R² (the coefficient of determination) measures the proportion of total variance in the dependent variable (y) that is explained by the fitted model. An R² of 0.85 means the model accounts for 85% of the variability in y; the remaining 15% is unexplained — attributable to noise, measurement error, or missing variables. Technically, R² = 1 minus the ratio of residual sum of squares to total sum of squares. A perfect fit gives R² = 1.0; a model no better than a horizontal line through the mean gives R² = 0.

What is a residual and why does its distribution matter?

A residual is the vertical distance between a measured data point and the corresponding point on the fitted curve. If the model is correct, residuals should be small and randomly scattered around zero with no discernible pattern. A systematic pattern — a curve, a slope, or a wave — in the residual plot is strong evidence that the chosen model type is wrong for the data. Checking residuals is often more informative than checking R² alone, because R² can be high even when the model is structurally wrong.

Why does adding more data points typically improve the fit quality?

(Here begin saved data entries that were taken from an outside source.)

"""Grams of many columns of y, each at its own θ: intercepts that nest, and AR(1) at few link lengths."""

from __future__ import annotations

from dataclasses import dataclass

import numpy as np

from clingstone.covariance.algebras import Chosen, Layered
from clingstone.covariance.pieces import SerialPiece
from clingstone.design.design import Design
from clingstone.design.response import Response
from clingstone.maths import reml
from clingstone.maths.each import Grams, Minima, Places, minimise_each
from clingstone.maths.once import Array, kept
from clingstone.maths.partition import Partition

BLOCK = 1_000_000  # doubles in the largest array of one evaluation: what a cache holds
SMALL = 100_000  # entries up to which an indicator is kept as a plain matrix


def each(algebra: Chosen, response: Response) -> Each | None:
    """What evaluates these components column by column, or None where only one θ for all is at hand."""
    if not isinstance(algebra, Layered) or algebra.spatial is not None or algebra.above:
        return None
    serial = algebra.serial
    if serial is not None and (
        type(serial) is not SerialPiece or not serial.links.few or len(serial.parameters) != 1
    ):
        return None
    if any(len(piece.parameters) != 1 for piece in algebra.chain):
        return None
    return Each(algebra, response)


@dataclass(frozen=True, eq=False)
class Each:
    """A layered algebra without places over B columns of y."""

    algebra: Layered
    response: Response

    @property
    def design(self) -> Design:
        return self.response.design

    def minima(self, near: Array | None = None) -> Minima:
        """The REML estimates of every column."""
        m = self.design.m

        def criteria(theta: Array, columns: Places) -> Array:
            return self.grams(theta, columns).criterion(m)

        def shared(theta: Array) -> Array:
            return reml.criterion(self.algebra.gram(theta, self.response), m)

        return minimise_each(criteria, shared, self.algebra.parameters, self.response.B, near)

    def grams(self, theta: Array, columns: Places) -> Grams:
        """Grams of columns (K,) of y, each at its own θ (d, K)."""
        size = max(1, BLOCK // self._doubles)
        if len(columns) <= size:
            return self._grams(theta, columns)
        parts = [
            self._grams(theta[:, i : i + size], columns[i : i + size]) for i in range(0, len(columns), size)
        ]
        return Grams(
            np.concatenate([g.QQ for g in parts]),
            np.concatenate([g.QE for g in parts]),
            np.concatenate([g.EE for g in parts]),
            np.concatenate([g.logdet for g in parts]),
        )

    @property
    def _doubles(self) -> int:
        """Doubles that one column takes."""
        p = self.design.p
        cells = self.algebra.chain[0].part.count if self.algebra.chain else 0
        if self._classed:
            cells = len(self.algebra._classes(self.algebra.chain[0].part, self.response).c)
        return max(1, (cells + p + 1) * (p + 2))

    @property
    def _classed(self) -> bool:
        """One level over independent rows: cells of equal size go together."""
        return self.algebra.serial is None and len(self.algebra.chain) == 1

    def _grams(self, theta: Array, columns: Places) -> Grams:
        if self._classed:
            return self._one_level(theta, columns)
        gram, load = self._rows(theta, columns)
        for step, piece in enumerate(self.algebra.chain):
            ratio = piece.variance(self.algebra.own(piece, theta))
            assert load is not None
            gram = load.lower(gram, ratio)
            if step + 1 < len(self.algebra.chain):
                load = load.shrunk(ratio).lifted(self.algebra._up[step])
        return gram

    # ---- one level: classes of cells -------------------------------------------------------

    def _one_level(self, theta: Array, columns: Places) -> Grams:
        piece = self.algebra.chain[0]
        p, B = self.design.p, self.response.B
        classes = self.algebra._classes(piece.part, self.response)
        # Column first, so that the values of one column lie together.
        QE, EE = kept(
            self.response,
            ("each classes", piece.part.key),
            lambda: (np.ascontiguousarray(classes.QE.transpose(2, 0, 1)), np.ascontiguousarray(classes.EE.T)),
        )
        ratio = piece.variance(self.algebra.own(piece, theta))[:, None]
        w = ratio / (1 + ratio * classes.c)  # (K, D)
        QQ = np.eye(p) - (w @ classes.QQ.reshape(-1, p * p)).reshape(-1, p, p)
        whole = len(columns) == B and bool(np.array_equal(columns, np.arange(B)))
        QE, EE = (QE, EE) if whole else (QE[columns], EE[columns])
        ss = self.response.ss[columns]
        return Grams(
            QQ,
            -np.matmul(w[:, None, :], QE)[:, 0],
            ss - np.einsum("kd,kd->k", w, EE),
            np.log1p(ratio * classes.c) @ classes.count.astype(float),
        )

    # ---- rows, then levels -----------------------------------------------------------------

    def _rows(self, theta: Array, columns: Places) -> tuple[Grams, Loads | None]:
        forms = self._forms
        serial = self.algebra.serial
        w, logdet = np.ones((len(columns), 1)), np.zeros(len(columns))
        if serial is not None:
            length, count = serial.links.lengths
            phi, rest = correlations(serial.rho(self.algebra.own(serial, theta)), length)
            pairs = np.stack([phi**2 / rest, -phi / rest], axis=1).reshape(-1, len(columns))
            w = np.concatenate([w, pairs.T], axis=1)
            logdet = count.astype(float) @ np.log(rest)
        p = self.design.p
        gram = Grams(
            (w @ forms.QQ).reshape(-1, p, p),
            np.matmul(w[:, None], forms.QE[columns])[:, 0],
            np.einsum("kf,kf->k", w, forms.EE[columns]),
            logdet,
        )
        if forms.c is None or forms.TQ is None or forms.TE is None:
            return gram, None
        cells = forms.c.shape[1]
        return gram, Loads(
            w @ forms.c,
            (w @ forms.TQ).reshape(-1, cells, p),
            np.matmul(w[:, None], forms.TE[columns])[:, 0],
        )

    @property
    def _forms(self) -> Forms:
        """R⁻¹ as a weighted sum of fixed forms: what each amounts to, the identity first."""
        parts = self.algebra.chain
        key = ("each forms", self.algebra.serial is not None, parts[0].part.key if parts else "")
        return kept(self.response, key, self._stacked)

    def _stacked(self) -> Forms:
        design, response, algebra = self.design, self.response, self.algebra
        p, B = design.p, response.B
        QQ, QE, EE = [np.eye(p).ravel()], [np.zeros((p, B))], [response.ss]
        plain = algebra._plain(response)
        loads = [] if plain is None else [(plain.c, plain.TQ, plain.TE)]
        for d, pair in enumerate(algebra.serial.links.forms if algebra.serial is not None else ()):
            for which, form in enumerate(pair):
                qe, ee = response.gram(form)
                QQ.append(design.gram(form).ravel())
                QE.append(qe)
                EE.append(ee)
                if plain is not None:
                    loads.append(algebra._form_load(d, which, response))
        c = TQ = TE = None
        if loads:
            c = np.stack([load[0] for load in loads])
            TQ = np.stack([load[1].ravel() for load in loads])
            TE = np.ascontiguousarray(np.stack([load[2] for load in loads]).transpose(2, 0, 1))
        by_column = np.ascontiguousarray(np.stack(QE).transpose(2, 0, 1))
        return Forms(np.stack(QQ), by_column, np.ascontiguousarray(np.stack(EE).T), c, TQ, TE)


@dataclass(frozen=True, eq=False)
class Forms:
    """Gram and loads of F forms: QQ (F, pp), QE (B, F, p), EE (B, F); c (F, G), TQ (F, Gp), TE (B, F, G)."""

    QQ: Array
    QE: Array
    EE: Array
    c: Array | None
    TQ: Array | None
    TE: Array | None


@dataclass(frozen=True, eq=False)
class Loads:
    """What the rows of each of G cells amount to, per column: c (K, G), TQ (K, G, p), TE (K, G)."""

    c: Array
    TQ: Array
    TE: Array

    def lower(self, gram: Grams, ratio: Array) -> Grams:
        """The Grams once intercepts of variance ratio λ (K,) are added at these cells."""
        w = ratio[:, None] / (1 + ratio[:, None] * self.c)
        WQ = (self.TQ * w[..., None]).transpose(0, 2, 1)
        return Grams(
            gram.QQ - np.matmul(WQ, self.TQ),
            gram.QE - np.matmul(WQ, self.TE[..., None])[..., 0],
            gram.EE - np.einsum("kg,kg,kg->k", self.TE, w, self.TE),
            gram.logdet + np.log1p(ratio[:, None] * self.c).sum(axis=1),
        )

    def shrunk(self, ratio: Array) -> Loads:
        k = 1 / (1 + ratio[:, None] * self.c)
        return Loads(self.c * k, self.TQ * k[..., None], self.TE * k)

    def lifted(self, up: Partition) -> Loads:
        """Added up to the cells of the next level."""
        if up.n * up.count <= SMALL:
            Z = kept(up, ("dense indicator",), lambda: np.asarray(up.indicator.toarray()))
            return Loads(self.c @ Z.T, np.matmul(Z, self.TQ), self.TE @ Z.T)
        K, G, p = self.TQ.shape
        TQ = up.sums(np.ascontiguousarray(self.TQ.transpose(1, 0, 2)).reshape(G, K * p))
        TQ = TQ.reshape(up.count, K, p).transpose(1, 0, 2)
        return Loads(up.sums(self.c.T).T, TQ, up.sums(self.TE.T).T)


def correlations(rho: Array, length: Array) -> tuple[Array, Array]:
    """φ = ρ^Δ and 1 − φ², (D, K), without cancellation when φ is near one."""
    with np.errstate(divide="ignore"):
        log = np.log(np.abs(rho))[None] * length[:, None]
    phi = np.exp(log)
    odd = (np.round(length).astype(np.int64) % 2 == 1)[:, None]
    phi = np.where(odd & (rho < 0)[None], -phi, phi)
    return phi, np.where(np.isfinite(log), -np.expm1(2 * np.maximum(log, -700.0)), 1.0)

More data points give the fitting algorithm more information to work with, reducing the influence of any single outlier and producing more stable, reliable estimates of the model parameters. With only 5 points, one misplaced measurement can dramatically shift the fitted line. With 40 points, the fit averages over many measurements and converges closer to the true underlying relationship. More data points typically improve estimate stability and reduce outlier influence, not necessarily R².

Can I use a linear fit for data that looks slightly curved?

You can, but you should check the residual plot carefully. If the residuals show a systematic U-shape or arch pattern, a linear model is inadequate — a quadratic or higher-degree polynomial would be more appropriate. However, if the curvature is slight and your theoretical model predicts a linear relationship, consider whether the apparent curve could be due to noise rather than a real nonlinear effect. Physical reasoning about the expected relationship should guide model selection, not just R².

How is sinusoidal curve fitting different from polynomial fitting?

Polynomial fits (linear, quadratic, cubic) are suited for data that increases, decreases, or has a single arch shape over the measured range. Sinusoidal fits are appropriate when the data oscillates — repeating peaks and troughs — such as temperature over a day, tidal heights, or AC voltage. The sinusoidal model fits amplitude, frequency, and phase. It would be inappropriate to apply a sinusoidal fit to data that simply increases monotonically, and vice versa — model choice should always reflect the physical process generating the data.